A no known loss letter, also referred to as a statement of no loss, serves as a legal agreement between the policyholder and the insurance carrier. This document confirms in writing, with a signature from the named insured, that no losses, lawsuits, claims, or any other circumstances that could lead to a claim have occurred under the policy during the specified period.
Why Is a No Known Loss Letter Important?
A signed no known loss letter reassures the insurer that no claims are pending. If any loss, lawsuit, or claim did take place during the policy period, submitting a signed letter could lead to policy cancellation and potential civil or criminal penalties. Additionally, if an insurer is required to compensate for a loss that occurred within the policy period but was undisclosed in the letter, they reserve the right to seek full reimbursement from the policyholder.

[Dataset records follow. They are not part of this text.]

@pytest.mark.parametrize("path, value, words", [
    (("absolute_scale", "constant_lx"), -440.0, "absolute_scale.constant_lx"),
    (("absolute_scale", "constant_lx"), 0.0, "absolute_scale.constant_lx"),
    (("absolute_scale", "constant_lx"), float("nan"), "absolute_scale.constant_lx"),
    (("absolute_scale", "constant_lx"), "440", "absolute_scale.constant_lx"),
    (("absolute_scale", "relative_uncertainty"), -0.05, "relative_uncertainty"),
    (("absolute_scale", "relative_uncertainty"), 1.5, "relative_uncertainty"),
    (("response",), {"kind": "gamma", "gamma": 0}, "response.gamma"),
    (("response",), {"kind": "gamma", "gamma": -1}, "response.gamma"),
    (("response",), {"kind": "gamma", "gamma": float("nan")}, "response.gamma"),
    (("response",), {"kind": "gamma", "gamma": "2.2"}, "response.gamma"),
    (("response",), {"kind": "curvy"}, "response.kind"),
    (("response", "table_rgb"), [TABLE_ROW, TABLE_ROW], "response.table_rgb"),  # wrong shape
    (("response", "table_rgb"), [TABLE_ROW, TABLE_ROW, TABLE_ROW[:100]], "response.table_rgb"),
    (("response", "table_rgb"), [TABLE_ROW, TABLE_ROW, TABLE_ROW[:50] + [0.0] + TABLE_ROW[51:]], "code 50"),
    (("response", "table_rgb"), [TABLE_ROW, TABLE_ROW, TABLE_ROW[:9] + [float("nan")] + TABLE_ROW[10:]], "code 9"),
    (("response", "table_rgb"), [TABLE_ROW, [x * 2 for x in TABLE_ROW], TABLE_ROW], "table_rgb[1]"),
    (("flat_field", "coefficients"), [-1.5, 0.0, 0.0], "flat_field.coefficients"),  # 1/V = 0 at r = 0.82
    (("flat_field", "coefficients"), [40.0, 0.0, 0.0], "flat_field.coefficients"),  # corner at 2 % of centre
    (("flat_field", "coefficients"), [0.1, "x", 0.0], "flat_field.coefficients[1]"),
    (("flat_field", "image_size"), [0, 120], "flat_field.image_size"),
    (("black_level",), -0.1, "black_level"),
    (("black_level",), 0.9, "black_level"),
    (("name",), 7, "name"),
    (("calibrated",), "yes", "calibrated"),
    (("distortion", "fx"), 0, "distortion.fx"),
    (("distortion", "cx"), -5.0, "distortion.cx"),  # principal point outside the image
    (("distortion", "fx"), 1e-300, "distortion.fx"),  # found by the long fuzz run: overflow warnings in analyze
    (("distortion", "fy"), 400.0, "distortion.fy"),  # fx = 130: pixels three times taller than wide
    # found by the long fuzz run: a tangential term of 5e10 passed and overflowed the wall mapping
    (("distortion", "coefficients"), [0.01, 0.0, 53318854995.0, 0.0, 0.0], "distortion.coefficients"),
    (("distortion", "coefficients"), [-2.0, 0.0, 0.0, 0.0, 0.0], "distortion.coefficients"),  # folds back
])
def test_profile_field_refused_naming_field_value_range(path, value, words):
    doc = _set(_valid_profile(), path, value)
    with pytest.raises(BeamshotError) as exc:
        CameraProfile.from_dict(doc, source="cam.json")
    msg = str(exc.value)
    assert "\n" not in msg and words in msg and "accepted" in msg and "beamshot camera" in msg, msg
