def _inputs_section(d: dict) -> str:
    rows = []
    for i in d.get("inputs", []):
        exif = i.get("exif") or {}
        bits = []
        if exif.get("make") or exif.get("model"):
            bits.append(" ".join(str(x) for x in (exif.get("make"), exif.get("model")) if x))
        if exif.get("exposure_time_s"):
            bits.append(exposure_text(exif["exposure_time_s"]))
        if exif.get("f_number"):
            bits.append(f"f/{exif['f_number']:g}")
        if exif.get("iso"):
            bits.append(f"ISO {exif['iso']:g}")
        if exif.get("focal_35mm_mm"):
            bits.append(f"{exif['focal_35mm_mm']:g} mm (35 mm eq.)")
        size = f"{i.get('width')}×{i.get('height')}" if i.get("width") else ""
        rows.append(f"<tr><td data-label=\"role\">{esc(i.get('role', ''))}</td>"
                    f"<td class=\"file\" data-label=\"file\">{esc(i.get('name', ''))}</td>"
                    f"<td data-label=\"SHA-256\"><span class=\"hash\">{esc(i.get('sha256', ''))}</span></td>"
                    f"<td data-label=\"pixels\">{esc(size)}</td><td data-label=\"exposure\">{esc(', '.join(bits))}</td></tr>")
    s = d.get("settings", {})
    cal = d.get("calibration", {})
    prof = cal.get("camera_profile") or {}
    scale = cal.get("absolute_scale") or {}
    dist = s.get("distance_m")
    facts = _facts([
        ("distance to the wall", esc(f"{dist:g} m ± {s.get('distance_uncertainty_m', 0):g} m") if dist else None),
        ("camera", esc(s.get("camera_position", ""))),
        ("camera profile", esc(f"{prof.get('name', '')} ({'calibrated' if prof.get('calibrated') else 'not calibrated'})")
         if prof else None),
        ("tone curve", esc(f"{cal.get('response', s.get('response', ''))}"
                           + (f" ({cal['response_source']})" if cal.get("response_source") else ""))),
        ("flat field", esc(cal.get("flat_field", ""))),
        ("light-off photo", _ambient_text(cal.get("ambient"))),
        ("dark frame", esc(cal.get("dark_frame", ""))),
        ("photos merged", esc(cal["hdr_merge"]) if isinstance(cal.get("hdr_merge"), str)
         else _plain(cal.get("hdr_merge"))),
        ("absolute scale", esc(scale.get("description", "none: figures relative to the peak"))),
        ("wall mapping", esc((cal.get("wall_mapping") or {}).get("method", ""))),
    ])
    opts = "".join(f"<tr><td><code>{esc(k)}</code></td><td>{_plain(v)}</td></tr>" for k, v in s.items())
    terms = cal.get("uncertainty_terms") or []
    term_rows = [f"<tr><td>{esc(t.get('source'))}</td><td>{esc(t.get('size'))}</td><td>{esc(t.get('acts'))}</td>"
                 f"<td>{'assumed' if t.get('assumption') else 'measured or given'}</td></tr>" for t in terms]
    return ('<section id="inputs"><h2>Inputs</h2>'
            + table(["role", "file", "SHA-256", "pixels", "exposure"], rows, cls="inputs stack")
            + "<h3>Calibration and set-up</h3>" + facts
            + "<h3>Options and settings</h3>"
            + f'<div class="scroll"><table class="settings"><tbody>{opts}</tbody></table></div>'
            + ("<h3>Sources of uncertainty</h3>" + table(["source", "size", "how it acts", "kind"], term_rows)
               if term_rows else "")
            + "</section>")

How Does a No Known Loss Letter Affect Your Insurance?
When signing this document, the policyholder promises not to file claims for losses that occurred before the policy was reinstated or renewed. This helps insurers maintain accurate risk assessments and pricing.
Another key component of underwriting is a loss run report, which functions similarly to a credit report by providing a detailed claims history. Loss runs help underwriters evaluate past losses and predict future risk exposure, playing a crucial role in determining insurance rates. A well-prepared no known loss letter, alongside loss run reports, provides insurers with a clear picture of a company’s risk profile.
Final Thoughts
A no known loss letter is a critical document that influences policy renewals and premium negotiations. Understanding its significance can help businesses maintain transparency with their insurers and secure favorable coverage terms.